START Raw data

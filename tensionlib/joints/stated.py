"""What the classes a user states share: their fields pass the door here."""

from __future__ import annotations

from collections.abc import Callable, Mapping
from dataclasses import fields
from typing import Any, ClassVar, cast

from tensionlib.errors import InputError, did_you_mean
from tensionlib.quantities import LENGTH, Quantity, door, factor

Length = Quantity | str

THREADS = ("in shear plane", "out of shear plane")
EDGES = ("sheared", "machine cut", "rolled")
QUALITIES = ("SP", "GP")


def in_mm(length: Any) -> float:
    """A length field of an end, which the door has made a quantity, in mm; 0 where left out."""
    return 0.0 if length is None else float(length.internal)


def choice(argument: str, value: object, accepted: tuple[str, ...]) -> str:
    """A field of an end that takes one of a few words. Raises InputError naming those."""
    if not isinstance(value, str) or value not in accepted:
        raise InputError(
            f"{argument}: got {value!r}; one of {', '.join(map(repr, accepted))} is due."
            + (did_you_mean(value, accepted) if isinstance(value, str) else "")
        )
    return value


Door = Callable[[str, Any], Any]
"""Takes a field's name and value; gives the value as it is held, or raises naming the field."""


def length_door(example: str, *, at_least: float | None = None, due: bool = False) -> Door:
    """The door of a length above 0, or of one `at_least` mm; None passes unless it is `due`."""

    def take(name: str, value: Any) -> Any:
        if value is None and not due:
            return None
        above = 0.0 if at_least is None else None
        return door(name, value, LENGTH, above=above, at_least=at_least, example=example)

    return take


def word_door(accepted: tuple[str, ...]) -> Door:
    """The door of a word that is one of a few."""
    return lambda name, value: choice(name, value, accepted)


def named_door(example: str, ask: str = "name it") -> Door:
    """The door of a text that names something held elsewhere."""

    def take(name: str, value: Any) -> str:
        if not isinstance(value, str):
            raise InputError(f"{name}: got {value!r}; {ask}, for example {example!r}")
        return value

    return take


def factor_door(**limits: float) -> Door:
    """The door of a pure number within limits; None passes."""
    return lambda name, value: None if value is None else factor(name, value, **limits)


def reason_given(end: Any) -> None:
    """Refuse a stated k_te without the reason that is printed with it."""
    reason = end.k_te_reason
    if end.k_te is not None and (not isinstance(reason, str) or not reason.strip()):
        raise InputError("k_te_reason: missing; a stated k_te needs the reason that is printed")


class Stated:
    """Passes the fields of a frozen dataclass through the door."""

    DOORS: ClassVar[Mapping[str, Door]] = {}
    """The door of each field that stands alone."""

    def _pass_doors(self) -> None:
        for name, take in self.DOORS.items():
            object.__setattr__(self, name, take(name, getattr(self, name)))

    def _length(
        self, name: str, *, example: str, at_least: float | None = None, due: bool = False
    ) -> None:
        """Take a field as a length; None is accepted unless it is `due`."""
        value = getattr(self, name)
        if value is None and not due:
            return
        above = 0.0 if at_least is None else None
        quantity = door(
            name, value, LENGTH, above=above, at_least=at_least, example=example or None
        )
        object.__setattr__(self, name, quantity)

    def _shear_planes(self) -> None:
        """Packing and slip factor of a bolted end."""
        self._length("packing", example="8 mm")
        mu = factor("slip_factor", vars(self)["slip_factor"], above=0.0, at_most=1.0)
        object.__setattr__(self, "slip_factor", mu)

    def _factor(self) -> None:
        """A stated k_te, which needs the reason that is printed with it."""
        stated = vars(self)["k_te"]
        if stated is not None:
            object.__setattr__(self, "k_te", factor("k_te", stated, above=0.0, at_most=1.0))
        reason_given(self)

    def but(self, **changes: Any) -> Any:
        """A copy with some fields changed.

        Raises
        ------
        InputError
            For a name that is not a field.
        """
        names = [f.name for f in fields(cast(Any, self))]
        for name in changes:
            if name not in names:
                raise InputError(
                    f"{type(self).__name__}: {name!r} is not a field; fields are"
                    f" {', '.join(names)}." + did_you_mean(name, names)
                )
        return type(self)(**{name: getattr(self, name) for name in names} | changes)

END Raw data

**What you are asked to do**
Scan the entries above. Copy each line that has the string "fields".

**Response below**
"""What the classes a user states share: their fields pass the door here."""
from dataclasses import fields
    """Passes the fields of a frozen dataclass through the door."""
        """A copy with some fields changed.
        names = [f.name for f in fields(cast(Any, self))]
                    f"{type(self).__name__}: {name!r} is not a field; fields are"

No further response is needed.